EXERCISE DIRECTIONS: Gather every line in the records below that contains the word "toThrow".

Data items
**********
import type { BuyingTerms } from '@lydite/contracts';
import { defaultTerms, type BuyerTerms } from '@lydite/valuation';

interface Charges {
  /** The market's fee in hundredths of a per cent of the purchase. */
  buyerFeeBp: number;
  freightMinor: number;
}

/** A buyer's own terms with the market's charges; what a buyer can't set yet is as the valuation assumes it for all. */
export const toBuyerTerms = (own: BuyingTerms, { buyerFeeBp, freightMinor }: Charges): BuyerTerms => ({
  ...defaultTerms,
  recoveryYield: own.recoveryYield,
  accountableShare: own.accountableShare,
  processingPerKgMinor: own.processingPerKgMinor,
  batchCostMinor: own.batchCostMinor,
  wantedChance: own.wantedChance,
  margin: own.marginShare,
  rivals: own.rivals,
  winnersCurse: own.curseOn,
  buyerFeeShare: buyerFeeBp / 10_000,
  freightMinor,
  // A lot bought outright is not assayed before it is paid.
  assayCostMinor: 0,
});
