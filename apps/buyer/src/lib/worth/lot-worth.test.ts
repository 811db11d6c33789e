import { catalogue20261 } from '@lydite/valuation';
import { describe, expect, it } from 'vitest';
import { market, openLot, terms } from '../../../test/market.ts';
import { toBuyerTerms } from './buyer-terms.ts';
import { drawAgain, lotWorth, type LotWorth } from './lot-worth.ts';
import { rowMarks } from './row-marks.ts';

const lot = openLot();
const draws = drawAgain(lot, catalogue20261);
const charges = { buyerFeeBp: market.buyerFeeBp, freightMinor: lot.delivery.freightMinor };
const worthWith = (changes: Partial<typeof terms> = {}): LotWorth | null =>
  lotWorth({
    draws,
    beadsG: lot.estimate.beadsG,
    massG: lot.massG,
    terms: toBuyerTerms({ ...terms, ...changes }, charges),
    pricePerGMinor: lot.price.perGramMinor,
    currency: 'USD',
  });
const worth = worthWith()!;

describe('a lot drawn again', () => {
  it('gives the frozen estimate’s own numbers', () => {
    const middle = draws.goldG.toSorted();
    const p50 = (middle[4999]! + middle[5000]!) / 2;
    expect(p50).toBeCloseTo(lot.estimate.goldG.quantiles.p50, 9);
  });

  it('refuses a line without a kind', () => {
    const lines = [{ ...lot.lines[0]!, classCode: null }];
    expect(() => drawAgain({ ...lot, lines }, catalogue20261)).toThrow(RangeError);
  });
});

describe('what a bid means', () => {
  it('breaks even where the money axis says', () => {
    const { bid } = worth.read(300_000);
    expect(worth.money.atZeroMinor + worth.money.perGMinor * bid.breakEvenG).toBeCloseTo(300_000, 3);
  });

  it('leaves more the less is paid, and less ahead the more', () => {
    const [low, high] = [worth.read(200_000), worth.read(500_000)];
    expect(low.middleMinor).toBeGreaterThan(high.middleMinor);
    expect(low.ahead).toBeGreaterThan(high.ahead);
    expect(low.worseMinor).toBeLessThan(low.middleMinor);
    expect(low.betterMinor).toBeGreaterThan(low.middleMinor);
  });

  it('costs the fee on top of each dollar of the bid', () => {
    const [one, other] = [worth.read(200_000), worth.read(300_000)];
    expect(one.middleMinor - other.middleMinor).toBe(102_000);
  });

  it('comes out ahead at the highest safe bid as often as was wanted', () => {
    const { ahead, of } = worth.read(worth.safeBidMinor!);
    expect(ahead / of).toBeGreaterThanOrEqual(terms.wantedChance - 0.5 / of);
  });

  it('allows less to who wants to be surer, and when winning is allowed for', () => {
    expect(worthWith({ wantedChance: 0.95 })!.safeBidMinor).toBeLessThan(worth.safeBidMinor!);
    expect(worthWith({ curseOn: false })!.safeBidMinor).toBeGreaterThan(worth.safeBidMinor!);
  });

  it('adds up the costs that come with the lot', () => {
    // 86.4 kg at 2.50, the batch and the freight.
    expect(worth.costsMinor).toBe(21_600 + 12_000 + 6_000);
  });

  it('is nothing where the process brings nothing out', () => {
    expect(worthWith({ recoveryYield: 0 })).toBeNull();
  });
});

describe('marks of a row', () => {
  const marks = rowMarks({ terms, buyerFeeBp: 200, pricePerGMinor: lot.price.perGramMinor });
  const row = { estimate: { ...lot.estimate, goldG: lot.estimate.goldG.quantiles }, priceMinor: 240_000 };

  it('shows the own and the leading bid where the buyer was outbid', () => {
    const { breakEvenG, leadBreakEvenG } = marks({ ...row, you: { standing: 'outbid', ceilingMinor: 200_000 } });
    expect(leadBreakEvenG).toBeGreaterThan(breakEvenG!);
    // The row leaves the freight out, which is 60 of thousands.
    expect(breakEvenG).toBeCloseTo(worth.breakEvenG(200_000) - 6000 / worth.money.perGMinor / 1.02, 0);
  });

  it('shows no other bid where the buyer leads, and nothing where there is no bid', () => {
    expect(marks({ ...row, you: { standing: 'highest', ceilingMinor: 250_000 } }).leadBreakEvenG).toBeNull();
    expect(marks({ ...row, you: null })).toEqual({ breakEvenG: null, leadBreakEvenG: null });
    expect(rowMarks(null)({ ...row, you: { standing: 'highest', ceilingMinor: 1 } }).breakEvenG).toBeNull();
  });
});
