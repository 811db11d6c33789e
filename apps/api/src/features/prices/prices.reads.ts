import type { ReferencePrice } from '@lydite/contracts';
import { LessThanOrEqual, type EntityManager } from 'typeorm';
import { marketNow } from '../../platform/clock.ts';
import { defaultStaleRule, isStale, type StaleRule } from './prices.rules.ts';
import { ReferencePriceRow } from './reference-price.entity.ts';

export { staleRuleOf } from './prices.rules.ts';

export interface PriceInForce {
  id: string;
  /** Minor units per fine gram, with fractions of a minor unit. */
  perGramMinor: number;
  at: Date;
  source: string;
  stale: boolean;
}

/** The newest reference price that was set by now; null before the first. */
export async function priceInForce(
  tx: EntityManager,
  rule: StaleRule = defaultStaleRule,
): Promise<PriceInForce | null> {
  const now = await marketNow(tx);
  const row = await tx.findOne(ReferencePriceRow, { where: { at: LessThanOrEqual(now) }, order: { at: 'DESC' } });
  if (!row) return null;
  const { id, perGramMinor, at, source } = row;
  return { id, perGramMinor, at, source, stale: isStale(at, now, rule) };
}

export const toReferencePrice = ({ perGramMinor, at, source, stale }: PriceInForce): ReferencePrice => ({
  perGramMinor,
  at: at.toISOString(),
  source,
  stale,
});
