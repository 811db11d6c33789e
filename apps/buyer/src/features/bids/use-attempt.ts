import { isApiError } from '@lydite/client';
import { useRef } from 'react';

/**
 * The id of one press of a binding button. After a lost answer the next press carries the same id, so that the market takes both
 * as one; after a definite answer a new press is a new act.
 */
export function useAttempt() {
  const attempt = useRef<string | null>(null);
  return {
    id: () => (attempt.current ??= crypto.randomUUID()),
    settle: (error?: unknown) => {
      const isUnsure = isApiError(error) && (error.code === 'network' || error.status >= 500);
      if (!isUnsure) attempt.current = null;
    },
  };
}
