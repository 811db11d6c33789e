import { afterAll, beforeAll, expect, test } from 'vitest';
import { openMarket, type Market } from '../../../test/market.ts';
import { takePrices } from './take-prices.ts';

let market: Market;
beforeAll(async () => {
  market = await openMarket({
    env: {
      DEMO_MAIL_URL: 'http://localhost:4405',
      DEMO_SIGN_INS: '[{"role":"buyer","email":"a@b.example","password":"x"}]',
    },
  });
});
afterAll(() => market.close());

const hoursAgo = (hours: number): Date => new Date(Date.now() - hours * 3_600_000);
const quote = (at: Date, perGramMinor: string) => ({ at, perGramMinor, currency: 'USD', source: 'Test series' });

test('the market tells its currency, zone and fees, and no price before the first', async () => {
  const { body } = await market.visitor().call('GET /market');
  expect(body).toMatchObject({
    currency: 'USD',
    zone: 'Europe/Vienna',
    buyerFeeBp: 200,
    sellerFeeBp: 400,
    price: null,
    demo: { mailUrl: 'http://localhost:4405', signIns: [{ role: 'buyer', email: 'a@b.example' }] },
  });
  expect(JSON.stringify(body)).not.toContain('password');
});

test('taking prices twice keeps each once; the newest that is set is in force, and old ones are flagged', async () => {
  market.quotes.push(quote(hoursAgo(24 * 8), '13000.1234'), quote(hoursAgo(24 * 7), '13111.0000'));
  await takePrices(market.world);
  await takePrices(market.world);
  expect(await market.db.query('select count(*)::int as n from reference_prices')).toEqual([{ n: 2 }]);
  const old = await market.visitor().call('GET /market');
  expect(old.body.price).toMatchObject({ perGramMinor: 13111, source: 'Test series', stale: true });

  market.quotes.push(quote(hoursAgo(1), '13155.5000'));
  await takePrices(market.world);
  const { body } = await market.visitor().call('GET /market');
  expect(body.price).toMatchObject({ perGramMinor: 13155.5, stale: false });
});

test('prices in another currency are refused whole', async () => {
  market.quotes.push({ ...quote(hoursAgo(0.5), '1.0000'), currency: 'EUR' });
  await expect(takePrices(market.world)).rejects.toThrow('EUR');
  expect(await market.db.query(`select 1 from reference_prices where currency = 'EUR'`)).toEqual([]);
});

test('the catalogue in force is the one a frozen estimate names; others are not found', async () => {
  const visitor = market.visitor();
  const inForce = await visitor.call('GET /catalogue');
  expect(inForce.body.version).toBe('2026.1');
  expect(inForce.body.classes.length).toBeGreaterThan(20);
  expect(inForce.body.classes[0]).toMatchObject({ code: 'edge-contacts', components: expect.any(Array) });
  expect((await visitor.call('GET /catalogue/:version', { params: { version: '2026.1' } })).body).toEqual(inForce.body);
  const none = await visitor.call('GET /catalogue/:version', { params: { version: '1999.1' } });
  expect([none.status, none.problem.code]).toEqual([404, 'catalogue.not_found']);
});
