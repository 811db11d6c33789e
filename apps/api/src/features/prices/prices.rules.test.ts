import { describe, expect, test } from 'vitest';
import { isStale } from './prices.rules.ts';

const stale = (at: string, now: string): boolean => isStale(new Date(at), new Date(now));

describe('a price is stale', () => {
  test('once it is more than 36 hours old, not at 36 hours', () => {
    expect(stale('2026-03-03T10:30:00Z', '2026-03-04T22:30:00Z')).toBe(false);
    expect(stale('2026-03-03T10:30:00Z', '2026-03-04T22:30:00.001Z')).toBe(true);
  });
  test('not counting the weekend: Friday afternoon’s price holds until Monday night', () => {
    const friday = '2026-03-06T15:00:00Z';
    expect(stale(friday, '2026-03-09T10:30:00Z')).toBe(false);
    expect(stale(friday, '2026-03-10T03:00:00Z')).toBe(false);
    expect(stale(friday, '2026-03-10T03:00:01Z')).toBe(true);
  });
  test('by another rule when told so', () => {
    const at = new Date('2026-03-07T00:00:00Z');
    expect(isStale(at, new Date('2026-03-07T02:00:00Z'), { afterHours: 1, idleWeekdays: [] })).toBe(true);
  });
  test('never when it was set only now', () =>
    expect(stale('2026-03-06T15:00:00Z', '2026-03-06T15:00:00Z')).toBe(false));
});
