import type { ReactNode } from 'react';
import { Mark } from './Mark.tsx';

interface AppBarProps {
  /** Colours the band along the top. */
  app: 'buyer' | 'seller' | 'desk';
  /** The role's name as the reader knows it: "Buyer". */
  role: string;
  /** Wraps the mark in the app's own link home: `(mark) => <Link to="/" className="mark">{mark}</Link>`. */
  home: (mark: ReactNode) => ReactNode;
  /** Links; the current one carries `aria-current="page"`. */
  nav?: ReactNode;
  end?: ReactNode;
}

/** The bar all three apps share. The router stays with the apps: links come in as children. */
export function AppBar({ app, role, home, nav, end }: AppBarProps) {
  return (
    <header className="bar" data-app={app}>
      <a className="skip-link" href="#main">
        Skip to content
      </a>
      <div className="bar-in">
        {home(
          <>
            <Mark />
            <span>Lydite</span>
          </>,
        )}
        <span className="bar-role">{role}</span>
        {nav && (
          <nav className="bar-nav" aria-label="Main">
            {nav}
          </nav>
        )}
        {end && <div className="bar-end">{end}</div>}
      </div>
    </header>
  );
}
**********
SOLUTION TO THIS PROBLEM:
    expect(() => drawAgain({ ...lot, lines }, catalogue20261)).toThrow(RangeError);
  await expect(takePrices(market.world)).rejects.toThrow('EUR');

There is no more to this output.